Elro HE (800 Series)

Feature	Support
Sending
Receiving
Config

Supported Brands

Brand	Protocol
Elro 800 Series	elro_800_switch
Brennenstuhl	brennenstuhl

Sender Arguments

-s --systemcode=systemcode     control a device with this systemcode
-u --unitcode=unitcode         control a device with this unitcode
-t --on                        send an on signal
-f --off                       send an off signal

Config

{
  "devices": {
    "dimmer": {
      "protocol": [ "elro_800_switch" ],
      "id": [{
        "systemcode": 31,
        "unitcode": 0
      }],
      "state": "off"
    }
  },
  "gui": {
    "Lamp": {
      "name": "TV Backlit",
      "group": [ "Living" ],
      "media": [ "all" ]
    }
  }
}

Option	Value
systemcode	0 - 1023
unitcode	0 - 31
state	on / off

Optional Settings

GUI Settings

Setting	Default	Format	Description
readonly	1	1 or 0	Disable controlling this device from the GUIs
confirm	1	1 or 0	Ask for confirmation when switching device

Note

Workaround for 800 Series

1. Set your remote DIP switches like this off|off|on|off (AB660 Code) if possible
2. Now look for systemcode and unitcode with pilight-receive
3. Setup the config.json with the received results
4. Get the switches in learning mode and push the buttons on the webgui accordingly to the unit.
5. This should work until there is a protocol for the 800 series.

Protocol

This protocol sends 50 pulses like this

320 960 320 960 320 960 320 960 320 960 320 960 320 960 320 960 320 960 320 960 320 960 320 960 320 960 960 320 320 960 960 320 320 960 960 320 320 960 960 320 320 960 320 960 320 960 960 320 320 9920

It has no header and the last 2 pulses are the footer.
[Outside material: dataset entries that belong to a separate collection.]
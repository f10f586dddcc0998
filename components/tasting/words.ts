import { how, type How } from '@/lib/core/how/how';
import { SOURCES } from '@/lib/core/how/sources';
import type { SPARKLES_FOUND, TastingSummary } from '@/lib/contracts/tastings';

export type Found = (typeof SPARKLES_FOUND)[number];
export const FOUND_WORDS: Record<Found, string> = { flat: 'flat', less: 'less than planned', as_planned: 'as planned', more: 'more than planned', gushing: 'it gushed' };

export const ASPECTS = ['look', 'smell', 'taste', 'balance'] as const;
export type Aspect = (typeof ASPECTS)[number];

/** Where an average of tasting notes comes from. */
export const HOW_TASTED: How = how('mean of those who gave a figure; after the ± their standard deviation, from two on', SOURCES.told);

type Spread = TastingSummary['score'];
/** `7.5 ± 0.8 of 10, by 3` */
export const spreadWords = (spread: Spread, top: number): string => (spread === null ? 'nobody said' : `${spread.mean.toFixed(1)}${spread.spread === null ? '' : ` ± ${spread.spread.toFixed(1)}`} of ${top}, by ${spread.count}`);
These are meant to identify the pulses as genuine, and the protocol also has some bit checks to filter false positives. We don’t use them for further processing. The next step is to transform this output into 12 groups of 4 pulses (and thereby dropping the footer pulses).

320 960 320 960
320 960 320 960
320 960 320 960
320 960 320 960
320 960 320 960
320 960 320 960
320 960 960 320
320 960 960 320
320 960 960 320
320 960 960 320
320 960 320 960
320 960 960 320
320 9920

If we now look at carefully at these groups you can distinguish three types of groups:

• 320 960 320 960
• 320 960 960 320

So the first group is defined by a high 4th pulse and the second group has a low 4th pulse. In this case we say a high 4th pulse means a 1 and a low 4th pulse means a 0. We then get the following output:

11111 10000 1 0

Each (group) of numbers has a specific meaning:

• SystemCode: 0 till 5
• UnitCode: 6 till 10
• State: 11
• Check: 12 (inverse state)
• The SystemCode is defined as a binary number
• The UnitCode is defined as a binary number
• The State defines whether a devices needs to be turned On or Off
• The Check defines whether a devices needs to be turned On or Off (but is inverse)

So this code represents:

• SystemCode: 31
• UnitCode: 1
• State: On
• Check: On (inverse state)

00000 00100 0 1

Another example:

• SystemCode: 0
• UnitCode: 4
• State: Off
• Check: Off (inverse state)

Furthermore the protocol filters out false positives by checking if:

• Every 1st bit of the first 12 groups of 4 bits is always LOW (0)
• 2nd bit of the first 12 groups of 4 bits is always HIGH (1)
• 3rd and 4th bit of the first 12 groups of 4 bits are different (NOT EQUAL)
• Bits 49 and 50 are LOW (0) and HIGH (1) respectively (fixed footer)

This makes the protocol more accurate because it will respond less when arctech_old commands are sent.

The numeric mapping of a button on the remote control is binary counted, as follows:

• A = 1
• B = 2
• C = 4
• D = 8
• E = 16

All possible combinations of dip switches on the socket can be used with pilight. For instance, if you set the switches that correspond to A and E, the socket will react on unit code “A+E”: 17 (1+16). By pushing A and E simultaneously on the remote, you can also switch the corresponding socket. However, this may also trigger sockets that are listening to A and/or E if you don’t push both buttons at exactly the same time.